• Input data

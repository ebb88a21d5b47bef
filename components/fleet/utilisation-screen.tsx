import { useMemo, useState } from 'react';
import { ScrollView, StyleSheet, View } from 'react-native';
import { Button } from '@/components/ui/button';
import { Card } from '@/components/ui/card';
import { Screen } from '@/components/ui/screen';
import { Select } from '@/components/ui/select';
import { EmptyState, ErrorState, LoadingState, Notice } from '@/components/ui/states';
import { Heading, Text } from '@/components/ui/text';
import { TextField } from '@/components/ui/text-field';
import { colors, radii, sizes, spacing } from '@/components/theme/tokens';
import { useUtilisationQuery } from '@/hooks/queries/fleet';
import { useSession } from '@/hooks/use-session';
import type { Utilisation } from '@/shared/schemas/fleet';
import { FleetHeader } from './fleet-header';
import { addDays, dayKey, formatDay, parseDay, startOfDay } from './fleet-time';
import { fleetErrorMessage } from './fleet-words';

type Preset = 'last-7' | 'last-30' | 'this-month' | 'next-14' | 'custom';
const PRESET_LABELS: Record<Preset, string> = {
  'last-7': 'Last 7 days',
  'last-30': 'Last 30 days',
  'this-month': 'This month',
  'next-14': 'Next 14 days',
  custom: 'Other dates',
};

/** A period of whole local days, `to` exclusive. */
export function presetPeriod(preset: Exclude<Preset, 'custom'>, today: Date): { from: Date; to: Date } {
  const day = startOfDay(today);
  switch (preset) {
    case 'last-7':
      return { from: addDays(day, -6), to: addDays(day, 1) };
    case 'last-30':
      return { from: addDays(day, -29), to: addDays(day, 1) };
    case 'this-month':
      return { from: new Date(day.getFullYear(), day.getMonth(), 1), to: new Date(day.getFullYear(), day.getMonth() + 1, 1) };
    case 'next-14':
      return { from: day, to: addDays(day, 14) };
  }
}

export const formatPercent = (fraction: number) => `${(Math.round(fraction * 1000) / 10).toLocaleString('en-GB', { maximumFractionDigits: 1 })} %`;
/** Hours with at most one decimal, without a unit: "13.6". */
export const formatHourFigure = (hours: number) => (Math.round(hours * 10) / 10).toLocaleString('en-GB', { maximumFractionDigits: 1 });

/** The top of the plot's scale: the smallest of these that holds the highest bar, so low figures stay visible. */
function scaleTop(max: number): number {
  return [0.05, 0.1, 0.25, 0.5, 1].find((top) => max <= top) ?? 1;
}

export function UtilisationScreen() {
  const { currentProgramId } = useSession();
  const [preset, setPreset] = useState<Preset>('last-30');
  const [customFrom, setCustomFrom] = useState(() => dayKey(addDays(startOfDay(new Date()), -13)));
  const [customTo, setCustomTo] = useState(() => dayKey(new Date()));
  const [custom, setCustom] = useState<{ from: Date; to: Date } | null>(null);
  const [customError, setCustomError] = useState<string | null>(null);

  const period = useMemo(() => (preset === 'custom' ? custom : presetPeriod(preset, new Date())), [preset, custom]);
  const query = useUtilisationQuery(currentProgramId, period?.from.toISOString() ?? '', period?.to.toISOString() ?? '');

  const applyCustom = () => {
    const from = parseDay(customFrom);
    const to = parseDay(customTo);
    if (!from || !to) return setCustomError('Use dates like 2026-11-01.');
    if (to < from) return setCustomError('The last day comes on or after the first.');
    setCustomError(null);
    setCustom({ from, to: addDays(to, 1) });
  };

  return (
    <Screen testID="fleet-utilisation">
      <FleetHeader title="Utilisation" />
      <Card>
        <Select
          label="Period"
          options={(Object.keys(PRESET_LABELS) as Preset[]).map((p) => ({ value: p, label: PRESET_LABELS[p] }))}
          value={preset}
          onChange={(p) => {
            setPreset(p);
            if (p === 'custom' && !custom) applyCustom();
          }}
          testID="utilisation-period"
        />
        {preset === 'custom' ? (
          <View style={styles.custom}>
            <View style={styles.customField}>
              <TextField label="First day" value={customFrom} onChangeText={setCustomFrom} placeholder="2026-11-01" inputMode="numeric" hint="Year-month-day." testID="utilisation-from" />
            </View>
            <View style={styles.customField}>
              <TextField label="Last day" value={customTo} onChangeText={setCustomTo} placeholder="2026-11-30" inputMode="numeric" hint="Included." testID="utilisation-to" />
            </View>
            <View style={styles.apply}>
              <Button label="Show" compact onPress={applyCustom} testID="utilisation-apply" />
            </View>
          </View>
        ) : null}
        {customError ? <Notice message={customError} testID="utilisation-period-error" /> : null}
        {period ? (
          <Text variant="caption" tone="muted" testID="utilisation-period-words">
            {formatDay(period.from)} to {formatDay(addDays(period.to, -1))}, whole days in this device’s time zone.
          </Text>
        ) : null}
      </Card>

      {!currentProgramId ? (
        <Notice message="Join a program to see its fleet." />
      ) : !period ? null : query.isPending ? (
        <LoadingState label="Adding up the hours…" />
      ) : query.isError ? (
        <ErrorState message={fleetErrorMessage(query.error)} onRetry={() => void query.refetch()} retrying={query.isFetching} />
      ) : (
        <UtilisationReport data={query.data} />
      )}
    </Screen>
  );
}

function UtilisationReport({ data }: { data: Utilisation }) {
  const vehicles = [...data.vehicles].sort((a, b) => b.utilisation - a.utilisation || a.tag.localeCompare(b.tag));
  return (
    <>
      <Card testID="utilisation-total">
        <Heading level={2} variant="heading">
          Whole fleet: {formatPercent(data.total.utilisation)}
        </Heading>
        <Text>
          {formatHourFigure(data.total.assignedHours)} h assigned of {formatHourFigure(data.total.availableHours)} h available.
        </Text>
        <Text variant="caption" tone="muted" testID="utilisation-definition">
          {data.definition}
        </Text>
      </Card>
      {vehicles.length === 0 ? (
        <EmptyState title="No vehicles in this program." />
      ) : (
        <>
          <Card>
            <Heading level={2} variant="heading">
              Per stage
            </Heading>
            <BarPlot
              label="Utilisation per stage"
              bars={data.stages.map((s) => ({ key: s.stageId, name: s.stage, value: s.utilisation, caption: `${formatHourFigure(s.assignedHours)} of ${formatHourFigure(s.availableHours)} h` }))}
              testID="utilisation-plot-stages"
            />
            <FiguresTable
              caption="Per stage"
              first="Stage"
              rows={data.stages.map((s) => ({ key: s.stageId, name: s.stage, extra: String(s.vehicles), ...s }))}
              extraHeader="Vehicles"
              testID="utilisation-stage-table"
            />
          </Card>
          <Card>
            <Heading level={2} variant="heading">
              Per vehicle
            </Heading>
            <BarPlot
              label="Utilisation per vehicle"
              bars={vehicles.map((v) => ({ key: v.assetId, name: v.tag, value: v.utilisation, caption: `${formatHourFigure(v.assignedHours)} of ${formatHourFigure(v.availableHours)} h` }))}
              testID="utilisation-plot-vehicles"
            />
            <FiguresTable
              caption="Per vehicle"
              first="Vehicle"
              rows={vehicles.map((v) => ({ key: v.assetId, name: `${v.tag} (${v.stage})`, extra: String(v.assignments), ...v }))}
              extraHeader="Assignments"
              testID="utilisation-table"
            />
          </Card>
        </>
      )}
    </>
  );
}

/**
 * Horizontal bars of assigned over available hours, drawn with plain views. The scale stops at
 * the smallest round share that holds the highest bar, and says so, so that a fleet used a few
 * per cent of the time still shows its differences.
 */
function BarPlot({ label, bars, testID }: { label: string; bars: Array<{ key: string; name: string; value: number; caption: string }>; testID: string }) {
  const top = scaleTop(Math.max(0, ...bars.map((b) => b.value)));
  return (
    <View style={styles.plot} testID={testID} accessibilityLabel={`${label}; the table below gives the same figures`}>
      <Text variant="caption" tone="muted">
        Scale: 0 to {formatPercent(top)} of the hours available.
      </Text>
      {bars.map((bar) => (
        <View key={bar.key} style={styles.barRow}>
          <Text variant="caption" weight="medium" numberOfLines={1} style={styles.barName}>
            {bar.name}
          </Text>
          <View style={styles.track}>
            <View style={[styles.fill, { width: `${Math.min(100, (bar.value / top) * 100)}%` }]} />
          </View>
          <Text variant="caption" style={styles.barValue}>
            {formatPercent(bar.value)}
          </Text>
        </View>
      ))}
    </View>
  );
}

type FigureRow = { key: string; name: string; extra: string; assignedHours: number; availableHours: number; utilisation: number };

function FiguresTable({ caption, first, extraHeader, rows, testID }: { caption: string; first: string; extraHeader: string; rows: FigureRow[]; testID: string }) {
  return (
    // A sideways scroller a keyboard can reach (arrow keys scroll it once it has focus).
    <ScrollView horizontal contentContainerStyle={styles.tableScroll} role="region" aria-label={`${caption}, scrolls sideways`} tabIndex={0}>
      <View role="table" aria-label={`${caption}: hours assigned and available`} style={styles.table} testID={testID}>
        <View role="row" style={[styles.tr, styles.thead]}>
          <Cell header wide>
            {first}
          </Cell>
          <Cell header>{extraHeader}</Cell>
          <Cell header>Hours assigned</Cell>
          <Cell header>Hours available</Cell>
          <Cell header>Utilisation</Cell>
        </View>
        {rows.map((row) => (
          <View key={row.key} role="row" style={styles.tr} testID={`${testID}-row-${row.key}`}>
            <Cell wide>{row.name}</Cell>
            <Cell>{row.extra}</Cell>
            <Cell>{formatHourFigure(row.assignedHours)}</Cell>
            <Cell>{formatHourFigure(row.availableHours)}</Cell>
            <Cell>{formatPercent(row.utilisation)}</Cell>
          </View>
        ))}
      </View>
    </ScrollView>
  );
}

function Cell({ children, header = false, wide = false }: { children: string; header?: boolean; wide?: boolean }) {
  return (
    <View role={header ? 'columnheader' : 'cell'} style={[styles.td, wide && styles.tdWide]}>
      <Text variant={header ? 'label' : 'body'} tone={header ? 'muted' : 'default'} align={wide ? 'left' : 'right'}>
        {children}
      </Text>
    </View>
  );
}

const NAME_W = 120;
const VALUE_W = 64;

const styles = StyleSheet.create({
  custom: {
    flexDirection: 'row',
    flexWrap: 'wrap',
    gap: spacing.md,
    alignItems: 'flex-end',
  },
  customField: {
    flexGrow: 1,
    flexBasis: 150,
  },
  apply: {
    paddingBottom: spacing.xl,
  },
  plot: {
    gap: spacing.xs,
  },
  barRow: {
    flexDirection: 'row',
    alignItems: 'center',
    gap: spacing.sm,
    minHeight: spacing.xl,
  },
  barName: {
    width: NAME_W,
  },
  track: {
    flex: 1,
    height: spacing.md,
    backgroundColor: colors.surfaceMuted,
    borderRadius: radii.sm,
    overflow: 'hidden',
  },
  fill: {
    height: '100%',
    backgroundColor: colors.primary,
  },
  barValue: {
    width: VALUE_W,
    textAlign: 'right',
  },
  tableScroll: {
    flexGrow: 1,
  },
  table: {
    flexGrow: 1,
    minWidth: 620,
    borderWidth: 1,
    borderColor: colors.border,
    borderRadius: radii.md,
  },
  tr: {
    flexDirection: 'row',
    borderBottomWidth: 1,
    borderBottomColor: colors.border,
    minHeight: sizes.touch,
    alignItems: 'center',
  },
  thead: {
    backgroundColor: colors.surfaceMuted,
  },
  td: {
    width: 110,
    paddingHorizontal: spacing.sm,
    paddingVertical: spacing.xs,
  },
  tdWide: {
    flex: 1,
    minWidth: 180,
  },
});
--
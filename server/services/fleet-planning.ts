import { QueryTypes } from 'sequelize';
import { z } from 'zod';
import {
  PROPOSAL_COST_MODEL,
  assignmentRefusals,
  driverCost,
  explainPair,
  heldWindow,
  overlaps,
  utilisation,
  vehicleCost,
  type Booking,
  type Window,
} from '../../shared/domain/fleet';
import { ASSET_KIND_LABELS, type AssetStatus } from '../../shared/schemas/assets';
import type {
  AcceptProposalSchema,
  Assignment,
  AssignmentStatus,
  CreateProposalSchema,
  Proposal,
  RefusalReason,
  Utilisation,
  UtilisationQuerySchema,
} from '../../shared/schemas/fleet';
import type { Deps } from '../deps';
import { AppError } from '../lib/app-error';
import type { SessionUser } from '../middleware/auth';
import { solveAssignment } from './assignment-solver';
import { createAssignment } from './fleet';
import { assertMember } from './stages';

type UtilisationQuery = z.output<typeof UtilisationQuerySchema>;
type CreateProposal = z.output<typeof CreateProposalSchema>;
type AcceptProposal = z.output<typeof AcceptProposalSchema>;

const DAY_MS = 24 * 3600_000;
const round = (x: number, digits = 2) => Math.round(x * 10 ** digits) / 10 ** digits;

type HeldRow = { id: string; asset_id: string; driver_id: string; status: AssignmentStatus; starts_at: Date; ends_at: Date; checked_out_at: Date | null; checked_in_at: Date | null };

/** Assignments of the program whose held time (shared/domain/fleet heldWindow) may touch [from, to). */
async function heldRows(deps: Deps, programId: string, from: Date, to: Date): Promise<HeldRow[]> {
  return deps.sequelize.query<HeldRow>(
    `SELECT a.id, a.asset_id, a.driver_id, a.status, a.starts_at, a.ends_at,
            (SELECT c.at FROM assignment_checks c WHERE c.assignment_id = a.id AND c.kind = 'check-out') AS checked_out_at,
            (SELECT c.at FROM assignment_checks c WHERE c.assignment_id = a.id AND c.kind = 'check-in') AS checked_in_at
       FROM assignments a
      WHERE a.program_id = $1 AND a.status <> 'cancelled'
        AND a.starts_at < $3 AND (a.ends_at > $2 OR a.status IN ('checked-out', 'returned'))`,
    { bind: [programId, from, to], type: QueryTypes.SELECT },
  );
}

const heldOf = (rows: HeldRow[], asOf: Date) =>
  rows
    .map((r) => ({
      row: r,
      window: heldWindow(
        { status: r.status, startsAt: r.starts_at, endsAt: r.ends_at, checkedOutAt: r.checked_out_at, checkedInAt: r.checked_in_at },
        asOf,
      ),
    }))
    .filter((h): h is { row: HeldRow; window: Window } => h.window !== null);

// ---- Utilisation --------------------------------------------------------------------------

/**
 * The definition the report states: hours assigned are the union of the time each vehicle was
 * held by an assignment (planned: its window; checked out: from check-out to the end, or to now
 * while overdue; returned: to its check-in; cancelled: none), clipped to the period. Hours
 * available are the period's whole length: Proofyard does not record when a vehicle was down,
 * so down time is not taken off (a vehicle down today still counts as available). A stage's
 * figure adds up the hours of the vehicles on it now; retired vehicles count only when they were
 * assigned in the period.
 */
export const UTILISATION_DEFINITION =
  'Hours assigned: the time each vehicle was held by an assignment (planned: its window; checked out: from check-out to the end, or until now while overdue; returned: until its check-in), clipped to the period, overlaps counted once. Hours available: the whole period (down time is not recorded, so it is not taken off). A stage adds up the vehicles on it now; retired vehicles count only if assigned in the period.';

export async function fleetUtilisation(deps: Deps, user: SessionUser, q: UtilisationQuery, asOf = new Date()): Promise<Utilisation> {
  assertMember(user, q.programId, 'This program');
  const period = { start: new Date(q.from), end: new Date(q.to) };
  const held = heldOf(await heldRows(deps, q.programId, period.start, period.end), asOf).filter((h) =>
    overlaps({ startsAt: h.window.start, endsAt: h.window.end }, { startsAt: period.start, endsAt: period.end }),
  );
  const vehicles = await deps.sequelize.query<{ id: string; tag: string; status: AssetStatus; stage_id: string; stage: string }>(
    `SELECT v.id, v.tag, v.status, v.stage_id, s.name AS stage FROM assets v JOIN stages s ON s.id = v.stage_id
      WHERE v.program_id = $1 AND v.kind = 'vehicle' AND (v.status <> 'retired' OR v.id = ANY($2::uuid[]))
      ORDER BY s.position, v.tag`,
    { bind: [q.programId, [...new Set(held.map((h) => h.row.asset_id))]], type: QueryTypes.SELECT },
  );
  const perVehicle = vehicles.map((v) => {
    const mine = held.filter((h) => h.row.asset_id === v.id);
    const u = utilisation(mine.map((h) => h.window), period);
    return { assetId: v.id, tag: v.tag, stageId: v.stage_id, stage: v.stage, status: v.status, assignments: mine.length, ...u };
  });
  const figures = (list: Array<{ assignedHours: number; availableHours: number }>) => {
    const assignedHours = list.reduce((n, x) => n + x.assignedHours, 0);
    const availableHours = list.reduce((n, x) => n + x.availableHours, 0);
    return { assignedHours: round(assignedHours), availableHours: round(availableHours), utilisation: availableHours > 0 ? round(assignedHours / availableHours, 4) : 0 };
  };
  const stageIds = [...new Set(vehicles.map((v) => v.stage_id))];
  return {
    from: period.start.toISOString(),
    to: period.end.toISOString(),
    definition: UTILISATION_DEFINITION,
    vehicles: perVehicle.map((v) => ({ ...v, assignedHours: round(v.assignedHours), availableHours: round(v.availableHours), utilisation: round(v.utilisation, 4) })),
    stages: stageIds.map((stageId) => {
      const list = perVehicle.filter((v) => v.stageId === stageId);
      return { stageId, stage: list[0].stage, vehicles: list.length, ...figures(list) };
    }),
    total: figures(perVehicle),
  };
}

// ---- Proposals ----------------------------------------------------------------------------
...
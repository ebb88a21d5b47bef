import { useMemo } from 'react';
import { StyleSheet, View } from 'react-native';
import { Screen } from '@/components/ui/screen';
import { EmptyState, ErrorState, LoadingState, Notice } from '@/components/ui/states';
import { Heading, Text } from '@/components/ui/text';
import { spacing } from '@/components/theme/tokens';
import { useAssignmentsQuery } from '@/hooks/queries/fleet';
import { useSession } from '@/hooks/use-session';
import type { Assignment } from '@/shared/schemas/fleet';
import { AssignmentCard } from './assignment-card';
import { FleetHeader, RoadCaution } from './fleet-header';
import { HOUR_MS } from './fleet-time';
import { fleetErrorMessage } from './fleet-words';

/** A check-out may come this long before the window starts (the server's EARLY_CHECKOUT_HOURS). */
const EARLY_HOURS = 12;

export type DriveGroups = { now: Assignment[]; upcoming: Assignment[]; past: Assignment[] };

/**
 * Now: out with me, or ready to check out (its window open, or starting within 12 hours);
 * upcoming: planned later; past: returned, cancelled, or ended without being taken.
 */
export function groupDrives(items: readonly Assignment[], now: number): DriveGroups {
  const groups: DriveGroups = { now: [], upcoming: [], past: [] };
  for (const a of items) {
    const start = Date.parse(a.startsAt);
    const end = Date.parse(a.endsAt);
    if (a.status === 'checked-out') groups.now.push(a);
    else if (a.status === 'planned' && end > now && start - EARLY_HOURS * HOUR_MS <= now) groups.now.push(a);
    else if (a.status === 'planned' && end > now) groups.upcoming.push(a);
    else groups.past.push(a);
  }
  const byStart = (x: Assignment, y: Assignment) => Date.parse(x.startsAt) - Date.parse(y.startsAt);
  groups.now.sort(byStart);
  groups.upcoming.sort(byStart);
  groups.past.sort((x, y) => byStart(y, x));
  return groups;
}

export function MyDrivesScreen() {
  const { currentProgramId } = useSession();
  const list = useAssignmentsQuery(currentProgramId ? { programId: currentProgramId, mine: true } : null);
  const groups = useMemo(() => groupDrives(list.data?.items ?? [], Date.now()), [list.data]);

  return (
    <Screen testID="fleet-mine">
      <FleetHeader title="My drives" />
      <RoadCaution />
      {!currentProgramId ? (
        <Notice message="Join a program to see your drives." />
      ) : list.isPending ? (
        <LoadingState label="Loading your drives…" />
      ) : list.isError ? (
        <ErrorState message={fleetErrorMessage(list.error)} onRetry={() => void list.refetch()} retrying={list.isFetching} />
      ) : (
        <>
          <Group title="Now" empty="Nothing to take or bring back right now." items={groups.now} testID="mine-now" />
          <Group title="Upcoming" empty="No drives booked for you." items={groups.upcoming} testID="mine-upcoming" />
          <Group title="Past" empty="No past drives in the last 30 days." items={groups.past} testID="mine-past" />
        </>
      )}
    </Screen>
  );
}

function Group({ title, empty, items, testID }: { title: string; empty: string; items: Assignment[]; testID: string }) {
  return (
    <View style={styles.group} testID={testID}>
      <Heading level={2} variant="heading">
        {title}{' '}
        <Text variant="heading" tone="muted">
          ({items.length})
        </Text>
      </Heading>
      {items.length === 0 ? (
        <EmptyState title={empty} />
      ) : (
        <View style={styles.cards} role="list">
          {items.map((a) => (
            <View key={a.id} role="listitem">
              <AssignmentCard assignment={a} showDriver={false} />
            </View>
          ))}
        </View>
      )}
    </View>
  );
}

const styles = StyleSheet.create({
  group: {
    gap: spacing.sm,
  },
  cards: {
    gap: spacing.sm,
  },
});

• What you need to do
Read through the entries above, and wherever a line holds the string "setPreset", copy it.

• Written answer
  const [preset, setPreset] = useState<Preset>('last-30');
            setPreset(p);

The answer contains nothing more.